BEGIN Supplied data

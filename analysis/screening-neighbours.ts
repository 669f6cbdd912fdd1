import { studentUpperQuantile } from './distributions';
import { ALPHA } from './screening-plane';
import type { Nm } from './units';

/** The smallest steps that make the scale, as a share of all: a bust in ten shots spoils one step in five. */
const TRUSTED = 0.8;

/**
 * Makes the root mean square of the trusted steps estimate the standard deviation of all, for normal ones: 1/√(1 − 2zφ(z)/0.8), z = 1.28155.
 * A median of rounded steps jumps between whole graduations; this does not.
 */
const PER_TRUSTED = 1.51147;

/** Fewer shots than this have too few steps to say what a usual one is. */
const FEWEST = 5;

/** A shot as the walk sees it: what it stands off the plane by, and where it stands. */
export interface WalkedShot {
  x: Nm;
  y: Nm;
  residual: Nm;
}

/** The two shots beside one, in the walk. */
interface Beside {
  before: WalkedShot;
  after: WalkedShot;
}

/** The nearest shots in `kept` on either side of place `at`; null at the ends of an open walk. */
function beside(shots: readonly WalkedShot[], at: number, kept: (place: number) => boolean, closed: boolean): Beside | null {
  const find = (direction: 1 | -1): WalkedShot | null => {
    for (let step = 1; step < shots.length; step += 1) {
      const place = at + direction * step;
      const wrapped = (place + shots.length) % shots.length;
      if (!closed && wrapped !== place) return null;
      if (kept(wrapped)) return shots[wrapped] ?? null;
    }
    return null;
  };
  const before = find(-1);
  const after = find(1);
  return before === null || after === null || before === after ? null : { before, after };
}

/** The smaller of the steps from both neighbours where both go the same way, else zero. */
function stepFrom(shot: WalkedShot, { before, after }: Beside): number {
  const first = shot.residual - before.residual;
  const second = shot.residual - after.residual;
  return first * second <= 0 ? 0 : Math.min(Math.abs(first), Math.abs(second));
}

/** What the shot stands off the straight line between its neighbours by. */
function sizeFrom(shot: WalkedShot, { before, after }: Beside): Nm {
  const back = Math.hypot(shot.x - before.x, shot.y - before.y);
  const on = Math.hypot(shot.x - after.x, shot.y - after.y);
  const share = back + on === 0 ? 0.5 : back / (back + on);
  return shot.residual - (before.residual + share * (after.residual - before.residual));
}

/** Standard deviation that the smaller four fifths of the sizes given speak for; 0 for none. */
export function robustScale(sizes: readonly number[]): number {
  const trusted = sizes
    .map(Math.abs)
    .sort((a, b) => a - b)
    .slice(0, Math.ceil(TRUSTED * sizes.length));
  return trusted.length === 0 ? 0 : PER_TRUSTED * Math.sqrt(trusted.reduce((sum, size) => sum + size * size, 0) / trusted.length);
}

/** Steps from each shot to the next one, round the corner of a closed walk too. */
function stepsOf(kept: readonly WalkedShot[], closed: boolean): number[] {
  const steps = kept.slice(1).map((shot, i) => shot.residual - (kept[i]?.residual ?? 0));
  const [first] = kept;
  const last = kept.at(-1);
  if (closed && first !== undefined && last !== undefined) steps.push(first.residual - last.residual);
  return steps;
}

/** The step that a usual pair of neighbours does not reach: the Bonferroni t quantile of the robust scale of steps, held up to √2·u. */
function limitOf(kept: readonly WalkedShot[], { closed, u }: Walk): number {
  if (kept.length < FEWEST) return Infinity;
  const scale = Math.max(robustScale(stepsOf(kept, closed)), Math.SQRT2 * u);
  return scale * studentUpperQuantile(ALPHA / (2 * kept.length), kept.length - 1);
}

/** Where a shot steps off both neighbours by more than the limit, by how much; null where it does not. */
interface Standing {
  place: number;
  step: number;
  size: Nm;
}

interface Walk {
  shots: readonly WalkedShot[];
  closed: boolean;
  u: Nm;
}

function standingAt({ shots, closed, u }: Walk, place: number, kept: (place: number) => boolean, limit: number): Standing | null {
  const shot = shots[place];
  const pair = beside(shots, place, kept, closed);
  if (shot === undefined || pair === null) return null;
  const step = stepFrom(shot, pair);
  const size = sizeFrom(shot, pair);
  return step > limit && Math.abs(size) > 4 * u ? { place, step, size } : null;
}

export interface NeighbourSearch {
  /** Place in the walk → size against the line between its neighbours. */
  sizes: Map<number, Nm>;
  /** Robust standard deviation of the steps between shots that are not suspect. */
  usualStep: Nm;
}

/**
 * Shots that step off both their neighbours, the largest first, each taken out before the next is looked for, up to `most`. Those in
 * `known` are nobody's neighbours; each of them is held against the nearest that are not suspect.
 */
export function searchNeighbours(walk: Walk, known: ReadonlySet<number>, most: number): NeighbourSearch {
  const { shots, closed } = walk;
  const out = new Set(known);
  const kept = (place: number): boolean => !out.has(place);
  const clean = (): WalkedShot[] => shots.filter((_, place) => kept(place));
  const found = new Map<number, Nm>();
  let left = clean();
  let limit = limitOf(left, walk);
  while (found.size < most && limit < Infinity) {
    let worst: Standing | null = null;
    for (let place = 0; place < shots.length; place += 1) {
      const standing = kept(place) ? standingAt(walk, place, kept, limit) : null;
      if (standing !== null && (worst === null || standing.step > worst.step)) worst = standing;
    }
    if (worst === null) break;
    found.set(worst.place, worst.size);
    out.add(worst.place);
    left = clean();
    limit = limitOf(left, walk);
  }
  for (const place of known) {
    const standing = standingAt(walk, place, kept, limit);
    if (standing !== null) found.set(place, standing.size);
  }
  return { sizes: found, usualStep: robustScale(stepsOf(left, closed)) };
}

END Supplied data

## Work request
For this exercise, set down the entire listing above exactly as given.

## Solution for this exercise
filename analysis/screening-neighbours.ts
repository 669f6cbdd912fdd1
import { studentUpperQuantile } from './distributions';
import { ALPHA } from './screening-plane';
import type { Nm } from './units';

/** The smallest steps that make the scale, as a share of all: a bust in ten shots spoils one step in five. */
const TRUSTED = 0.8;

/**
 * Makes the root mean square of the trusted steps estimate the standard deviation of all, for normal ones: 1/√(1 − 2zφ(z)/0.8), z = 1.28155.
 * A median of rounded steps jumps between whole graduations; this does not.
 */
const PER_TRUSTED = 1.51147;

/** Fewer shots than this have too few steps to say what a usual one is. */
const FEWEST = 5;

/** A shot as the walk sees it: what it stands off the plane by, and where it stands. */
export interface WalkedShot {
  x: Nm;
  y: Nm;
  residual: Nm;
}

/** The two shots beside one, in the walk. */
interface Beside {
  before: WalkedShot;
  after: WalkedShot;
}

/** The nearest shots in `kept` on either side of place `at`; null at the ends of an open walk. */
function beside(shots: readonly WalkedShot[], at: number, kept: (place: number) => boolean, closed: boolean): Beside | null {
  const find = (direction: 1 | -1): WalkedShot | null => {
    for (let step = 1; step < shots.length; step += 1) {
      const place = at + direction * step;
      const wrapped = (place + shots.length) % shots.length;
      if (!closed && wrapped !== place) return null;
      if (kept(wrapped)) return shots[wrapped] ?? null;
    }
    return null;
  };
  const before = find(-1);
  const after = find(1);
  return before === null || after === null || before === after ? null : { before, after };
}

/** The smaller of the steps from both neighbours where both go the same way, else zero. */
function stepFrom(shot: WalkedShot, { before, after }: Beside): number {
  const first = shot.residual - before.residual;
  const second = shot.residual - after.residual;
  return first * second <= 0 ? 0 : Math.min(Math.abs(first), Math.abs(second));
}

/** What the shot stands off the straight line between its neighbours by. */
function sizeFrom(shot: WalkedShot, { before, after }: Beside): Nm {
  const back = Math.hypot(shot.x - before.x, shot.y - before.y);
  const on = Math.hypot(shot.x - after.x, shot.y - after.y);
  const share = back + on === 0 ? 0.5 : back / (back + on);
  return shot.residual - (before.residual + share * (after.residual - before.residual));
}

/** Standard deviation that the smaller four fifths of the sizes given speak for; 0 for none. */
export function robustScale(sizes: readonly number[]): number {
  const trusted = sizes
    .map(Math.abs)
    .sort((a, b) => a - b)
    .slice(0, Math.ceil(TRUSTED * sizes.length));
  return trusted.length === 0 ? 0 : PER_TRUSTED * Math.sqrt(trusted.reduce((sum, size) => sum + size * size, 0) / trusted.length);
}

/** Steps from each shot to the next one, round the corner of a closed walk too. */
function stepsOf(kept: readonly WalkedShot[], closed: boolean): number[] {
  const steps = kept.slice(1).map((shot, i) => shot.residual - (kept[i]?.residual ?? 0));
  const [first] = kept;
  const last = kept.at(-1);
  if (closed && first !== undefined && last !== undefined) steps.push(first.residual - last.residual);
  return steps;
}

/** The step that a usual pair of neighbours does not reach: the Bonferroni t quantile of the robust scale of steps, held up to √2·u. */
function limitOf(kept: readonly WalkedShot[], { closed, u }: Walk): number {
  if (kept.length < FEWEST) return Infinity;
  const scale = Math.max(robustScale(stepsOf(kept, closed)), Math.SQRT2 * u);
  return scale * studentUpperQuantile(ALPHA / (2 * kept.length), kept.length - 1);
}

/** Where a shot steps off both neighbours by more than the limit, by how much; null where it does not. */
interface Standing {
  place: number;
  step: number;
  size: Nm;
}

interface Walk {
  shots: readonly WalkedShot[];
  closed: boolean;
  u: Nm;
}

function standingAt({ shots, closed, u }: Walk, place: number, kept: (place: number) => boolean, limit: number): Standing | null {
  const shot = shots[place];
  const pair = beside(shots, place, kept, closed);
  if (shot === undefined || pair === null) return null;
  const step = stepFrom(shot, pair);
  const size = sizeFrom(shot, pair);
  return step > limit && Math.abs(size) > 4 * u ? { place, step, size } : null;
}

export interface NeighbourSearch {
  /** Place in the walk → size against the line between its neighbours. */
  sizes: Map<number, Nm>;
  /** Robust standard deviation of the steps between shots that are not suspect. */
  usualStep: Nm;
}

/**
 * Shots that step off both their neighbours, the largest first, each taken out before the next is looked for, up to `most`. Those in
 * `known` are nobody's neighbours; each of them is held against the nearest that are not suspect.
 */
export function searchNeighbours(walk: Walk, known: ReadonlySet<number>, most: number): NeighbourSearch {
  const { shots, closed } = walk;
  const out = new Set(known);
  const kept = (place: number): boolean => !out.has(place);
  const clean = (): WalkedShot[] => shots.filter((_, place) => kept(place));
  const found = new Map<number, Nm>();
  let left = clean();
  let limit = limitOf(left, walk);
  while (found.size < most && limit < Infinity) {
    let worst: Standing | null = null;
    for (let place = 0; place < shots.length; place += 1) {
      const standing = kept(place) ? standingAt(walk, place, kept, limit) : null;
      if (standing !== null && (worst === null || standing.step > worst.step)) worst = standing;
    }
    if (worst === null) break;
    found.set(worst.place, worst.size);
    out.add(worst.place);
    left = clean();
    limit = limitOf(left, walk);
  }
  for (const place of known) {
    const standing = standingAt(walk, place, kept, limit);
    if (standing !== null) found.set(place, standing.size);
  }
  return { sizes: found, usualStep: robustScale(stepsOf(left, closed)) };
}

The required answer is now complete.